* [PROBLEM REQUIREMENTS]: Which lines of the entries below hold the word "deliberately"? Report each of them.

(Dataset excerpts)
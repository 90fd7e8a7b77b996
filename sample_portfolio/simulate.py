"""Independent simulator of building portfolios: buildings, meter readings, daily weather, truth.

This module is the test-portfolio generator of ddscreen. It is deliberately *independent of the
tool's own model* and must not import ``screening``: the tool estimates heating as
degree days x an envelope UA with documented defaults; this simulator instead

* invents daily weather per station (seasonal sinusoid + AR(1) anomalies + a diurnal range with
  its own seasonal cycle), then reconstructs each hour from a cosine diurnal cycle;
* simulates every building **hourly** (vectorised over chunks of buildings x days x 24 h):
  ``q(t) = max(0, UA_env*(T_set(t) - T_out(t)) + UA_oa*occ(t)*(T_set(t) - T_out(t)) - gains(t))``
  with occupancy schedules, preheat and night/weekend setbacks, holidays and school vacations,
  internal gains that follow occupancy, solar gains with a seasonal and daily shape, a building
  time constant (thermal mass: exponential lag of the outdoor daily mean and a damped diurnal
  swing) and a warm-weather shut-down of the heating plant. Heating is therefore partial through
  the day, and there is no single balance point;
* divides by a true seasonal efficiency (temperature-dependent COP for heat pumps) drawn from its
  own wide distributions, adds seasonal domestic hot water (colder mains in winter) and other
  base loads on the heating fuel, day-to-day multiplicative noise and meter noise;
* bills it over drifting meter-read dates (periods of 27-35 days that straddle months), or as
  calendar-year totals for a share of buildings, with an electricity meter beside the heating
  fuel for some buildings;
* injects faults recorded in the ``truth`` frame: wasteful heating (x1.6-2.5 of space heating via
  a stuck setpoint, open outdoor-air dampers or failed controls), unit errors (factors 10/100/1000
  of realistic mix-ups), missing months, duplicate readings, overlapping periods and runs of
  estimated reads with a catch-up read.

Envelope values (U-factors, air change rates, window fractions, setpoints, gains, efficiencies)
are drawn from this module's own era curves and wide log-normal spreads; they are not any
handbook's default table. Ranges were checked against docs/factors.md for
plausibility only (values there tagged (M) are memory ranges).

Public API
----------
``simulate_portfolio(n_buildings, *, seed, start, years, units="IP", fault_rates=None,
annual_share=0.1, stations=5) -> dict[str, pl.DataFrame]`` with frames ``buildings``,
``readings``, ``weather`` and ``truth``, columns exactly as in the input contract (README of the
project); ``write_portfolio(frames, out_dir)``; ``add_reject_rows(frames)`` appends a few
deliberately invalid rows (for the rejects path) and returns the new frames with a list that
describes them.

Internal computation is in IP units (°F, ft², Btu, Btu/(h·°F)); ``units="SI"`` converts the
buildings, weather and readings at the end (°C, m², W/K, m3/GJ/L/kWh). The ``truth`` frame is
always IP with the unit in every column name.
"""

from __future__ import annotations

from datetime import date, timedelta
from pathlib import Path

import numpy as np
import polars as pl

# ----------------------------------------------------------------------------------------------
# Constants. Conversion factors are definitions or published values quoted in
# docs/factors.md; everything else is this simulator's own invention.
# ----------------------------------------------------------------------------------------------
BTU_PER_KWH = 3412.1416          # docs/factors.md §8 (C), from the IT Btu definition
BTU_PER_THERM = 100_000.0        # definition (docs/factors.md §1, [S4])
BTU_PER_GJ = 947_817.12          # docs/factors.md §1/§8 (C)
FT3_PER_M3 = 35.314666721        # 1 ft = 0.3048 m exact (docs/factors.md §8)
L_PER_GAL = 3.785411784          # US gallon, exact (docs/factors.md §8)
FT2_PER_M2 = 1.0 / 0.09290304    # exact (docs/factors.md §8)
W_K_PER_BTU_H_F = 0.5275279      # 1 Btu/(h·°F) = 0.5275279 W/K (docs/factors.md §8)
BTU_H_PER_W = 3.412142           # docs/factors.md §8
AIR_BTU_FT3_F = 0.018            # 0.075 lb/ft³ x 0.24 Btu/(lb·°F) (docs/factors.md §3)
OIL_BTU_PER_GAL = 138_500.0      # No. 2 heating oil, EIA (docs/factors.md §1 [S2])
PROPANE_BTU_PER_GAL = 91_452.0   # EIA 2022 prelim. (docs/factors.md §1 [S2])

USE_TYPES = ("office", "multifamily", "school", "retail", "warehouse", "lodging", "healthcare", "other")
FUELS = ("natural_gas", "fuel_oil", "propane", "electricity", "district_steam", "district_hot_water")
LABELS = ("normal", "wasteful", "unit_error", "missing_months", "duplicate_readings",
          "overlapping_periods", "estimated_run")
DATA_FAULTS = LABELS[2:]
TAIL_DAYS = 36  # days simulated after the last weather day (bills straddling the end)

DEFAULT_FAULT_RATES = {
    "wasteful": 0.10,
    "unit_error": 0.03,
    "missing_months": 0.03,
    "duplicate_readings": 0.02,
    "overlapping_periods": 0.02,
    "estimated_run": 0.03,
}

# Invented climates: (station_id, display name, annual mean °F, seasonal half-amplitude °F,
# coldest day of year, mean diurnal range °F, AR(1) phi, AR(1) innovation sd °F).
CLIMATES = (
    ("north-ridge", "North Ridge", 41.0, 24.5, 20, 18.0, 0.72, 5.2),
    ("harbor-flats", "Harbor Flats", 51.5, 10.5, 30, 12.0, 0.65, 2.6),
    ("cedar-basin", "Cedar Basin", 46.0, 23.0, 18, 22.0, 0.70, 5.0),
    ("tallgrass-plain", "Tallgrass Plain", 53.5, 21.0, 17, 20.0, 0.68, 4.6),
    ("sunfall-valley", "Sunfall Valley", 63.5, 15.0, 19, 24.0, 0.62, 3.2),
    ("frost-hollow", "Frost Hollow", 36.5, 27.0, 21, 20.0, 0.74, 5.8),
    ("pine-shelf", "Pine Shelf", 48.5, 17.5, 25, 16.0, 0.68, 4.0),
    ("salt-marsh", "Salt Marsh", 59.0, 12.5, 27, 14.0, 0.64, 3.0),
)

FUEL_SHARES = {"natural_gas": 0.60, "fuel_oil": 0.08, "propane": 0.05, "electricity": 0.14,
               "district_steam": 0.08, "district_hot_water": 0.05}

# Units per fuel as (unit, probability) for IP and SI billing.
FUEL_UNITS = {
    "IP": {"natural_gas": (("therm", 0.6), ("ccf", 0.4)), "fuel_oil": (("gal", 1.0),),
           "propane": (("gal", 1.0),), "electricity": (("kWh", 1.0),),
           "district_steam": (("Mlb", 0.7), ("lb", 0.3)),
           "district_hot_water": (("MMBtu", 0.5), ("kBtu", 0.5))},
    "SI": {"natural_gas": (("m3", 0.7), ("GJ", 0.3)), "fuel_oil": (("L", 1.0),),
           "propane": (("L", 1.0),), "electricity": (("kWh", 1.0),),
           "district_steam": (("GJ", 1.0),),
           "district_hot_water": (("GJ", 0.5), ("kWh", 0.5))},
}
# Decimals written per unit (how bills usually print them).
UNIT_DECIMALS = {"therm": 0, "ccf": 0, "gal": 1, "kWh": 0, "Mlb": 2, "lb": 0, "MMBtu": 2,
                 "kBtu": 0, "m3": 0, "GJ": 2, "L": 0, "MWh": 3, "mcf": 2}
# Invented tariffs: price per unit (low, high) and a fixed charge per bill.
UNIT_PRICE = {"therm": (1.05, 1.55), "ccf": (1.10, 1.60), "kWh": (0.11, 0.19), "Mlb": (18.0, 28.0),
              "lb": (0.018, 0.028), "MMBtu": (16.0, 26.0), "kBtu": (0.016, 0.026),
              "m3": (0.38, 0.58), "GJ": (9.0, 15.0), "gal": (2.4, 4.2), "L": (0.65, 1.10)}

# Per use type: floor area median ft² and log-sd; stories (lo, hi); occupied hours (start lo/hi,
# length lo/hi); share open on weekends; 24-h occupancy; occupied setpoint °F (lo, hi);
# setback depth °F (lo, hi); share with no setback; gains occupied W/ft² (lo, hi); unoccupied
# fraction of occupied gains; outdoor air cfm/ft² (lo, hi); DHW delivered kBtu/(ft²·yr) (lo, hi);
# other base load on the heating fuel kBtu/(ft²·yr) (lo, hi) (cooking, process); window fraction
# (lo, hi); share with an electricity meter in the data.  All invented for this simulator.
TYPE_PARAMS = {
    "office":      dict(area=(42_000, 0.9), stories=(1, 12), occ=(6, 8, 10, 13), weekend=0.1, h24=0.0,
                        sp=(68, 73), sb=(5, 12), nosb=0.25, gain=(1.1, 2.4), unocc=(0.2, 0.4),
                        oa=(0.05, 0.16), dhw=(1.0, 3.0), other=(0.0, 0.6), win=(0.18, 0.50), elec=0.45),
    "multifamily": dict(area=(36_000, 0.8), stories=(2, 14), occ=(0, 0, 24, 24), weekend=1.0, h24=1.0,
                        sp=(68, 74), sb=(2, 5), nosb=0.7, gain=(0.45, 0.9), unocc=(1.0, 1.0),
                        oa=(0.0, 0.03), dhw=(9.0, 18.0), other=(0.5, 2.0), win=(0.14, 0.32), elec=0.25),
    "school":      dict(area=(60_000, 0.6), stories=(1, 3), occ=(7, 8, 8, 10), weekend=0.0, h24=0.0,
                        sp=(67, 71), sb=(8, 14), nosb=0.15, gain=(1.6, 3.0), unocc=(0.12, 0.3),
                        oa=(0.18, 0.42), dhw=(2.5, 6.5), other=(0.3, 1.5), win=(0.15, 0.35), elec=0.4),
    "retail":      dict(area=(22_000, 1.0), stories=(1, 2), occ=(8, 10, 10, 13), weekend=0.9, h24=0.0,
                        sp=(66, 70), sb=(6, 12), nosb=0.3, gain=(1.2, 2.2), unocc=(0.15, 0.35),
                        oa=(0.08, 0.22), dhw=(0.6, 2.0), other=(0.0, 0.5), win=(0.08, 0.30), elec=0.35),
    "warehouse":   dict(area=(80_000, 0.8), stories=(1, 1), occ=(5, 7, 9, 12), weekend=0.15, h24=0.0,
                        sp=(52, 62), sb=(4, 10), nosb=0.35, gain=(0.25, 0.6), unocc=(0.2, 0.4),
                        oa=(0.01, 0.05), dhw=(0.2, 0.9), other=(0.0, 0.3), win=(0.02, 0.10), elec=0.3),
    "lodging":     dict(area=(55_000, 0.8), stories=(2, 10), occ=(0, 0, 24, 24), weekend=1.0, h24=1.0,
                        sp=(68, 73), sb=(1, 4), nosb=0.6, gain=(0.6, 1.2), unocc=(1.0, 1.0),
                        oa=(0.05, 0.12), dhw=(18.0, 34.0), other=(1.0, 4.0), win=(0.15, 0.35), elec=0.35),
    "healthcare":  dict(area=(70_000, 0.9), stories=(1, 8), occ=(0, 0, 24, 24), weekend=1.0, h24=1.0,
                        sp=(70, 74), sb=(1, 3), nosb=0.8, gain=(1.2, 2.2), unocc=(1.0, 1.0),
                        oa=(0.15, 0.45), dhw=(18.0, 42.0), other=(1.5, 5.0), win=(0.15, 0.35), elec=0.4),
    "other":       dict(area=(18_000, 1.0), stories=(1, 4), occ=(6, 9, 8, 14), weekend=0.4, h24=0.0,
                        sp=(66, 72), sb=(4, 12), nosb=0.3, gain=(0.7, 2.0), unocc=(0.2, 0.45),
                        oa=(0.04, 0.18), dhw=(1.0, 5.0), other=(0.0, 1.0), win=(0.10, 0.35), elec=0.3),
}
TYPE_SHARES = {"office": 0.22, "multifamily": 0.24, "school": 0.12, "retail": 0.12, "warehouse": 0.08,
               "lodging": 0.07, "healthcare": 0.07, "other": 0.08}

# Era curves of this simulator (year anchors -> central values); each building then gets a
# log-normal draw around them.  Own curves, not a handbook table.
ERA_YEARS = np.array([1890.0, 1950.0, 1980.0, 2000.0, 2025.0])
ERA_WALL_U = np.array([0.33, 0.23, 0.135, 0.088, 0.060])     # Btu/(h·ft²·°F)
ERA_ROOF_U = np.array([0.40, 0.19, 0.080, 0.048, 0.032])     # Btu/(h·ft²·°F)
ERA_WIN_U = np.array([1.02, 0.92, 0.64, 0.43, 0.31])         # Btu/(h·ft²·°F)
ERA_ACH = np.array([1.05, 0.80, 0.52, 0.34, 0.22])           # 1/h

# Building names: invented word lists.
NAME_FIRST = ("Larchmont", "Birchwood", "Alder", "Quillby", "Fernhollow", "Marlow", "Thistle", "Oakhaven",
              "Brackenridge", "Wrenfield", "Copperleaf", "Sallow", "Heronmoor", "Linden", "Ashcombe",
              "Juniper", "Tamsin", "Orrin", "Millbrook", "Kestrel", "Bramble", "Harrow", "Greywell",
              "Willowmere", "Sorrel", "Calder", "Pemberly", "Rookwood", "Hazelton", "Emberlane")
NAME_SUFFIX = {"office": ("Tower", "Center", "Exchange", "Offices", "Building"),
               "multifamily": ("Court", "Apartments", "Residences", "Flats", "Terrace"),
               "school": ("Academy", "School", "Learning Center", "Primary", "Institute"),
               "retail": ("Market", "Plaza", "Arcade", "Shops", "Galleria"),
               "warehouse": ("Depot", "Distribution", "Storehouse", "Logistics Hall", "Yard"),
               "lodging": ("Inn", "Lodge", "Suites", "Hotel", "House"),
               "healthcare": ("Clinic", "Medical Pavilion", "Care Center", "Health Hall", "Infirmary"),
               "other": ("Hall", "Community Center", "Pavilion", "Works", "Annex")}
STREETS = ("Alder Lane", "Quarry Road", "Foxglove Way", "Tanager Street", "Bellwether Avenue",
           "Mossbank Drive", "Lantern Row", "Pikeman Street", "Orchard Spur", "Cobble Walk")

* [ANSWER TO THIS TASK]:
This module is the test-portfolio generator of ddscreen. It is deliberately *independent of the
deliberately invalid rows (for the rejects path) and returns the new frames with a list that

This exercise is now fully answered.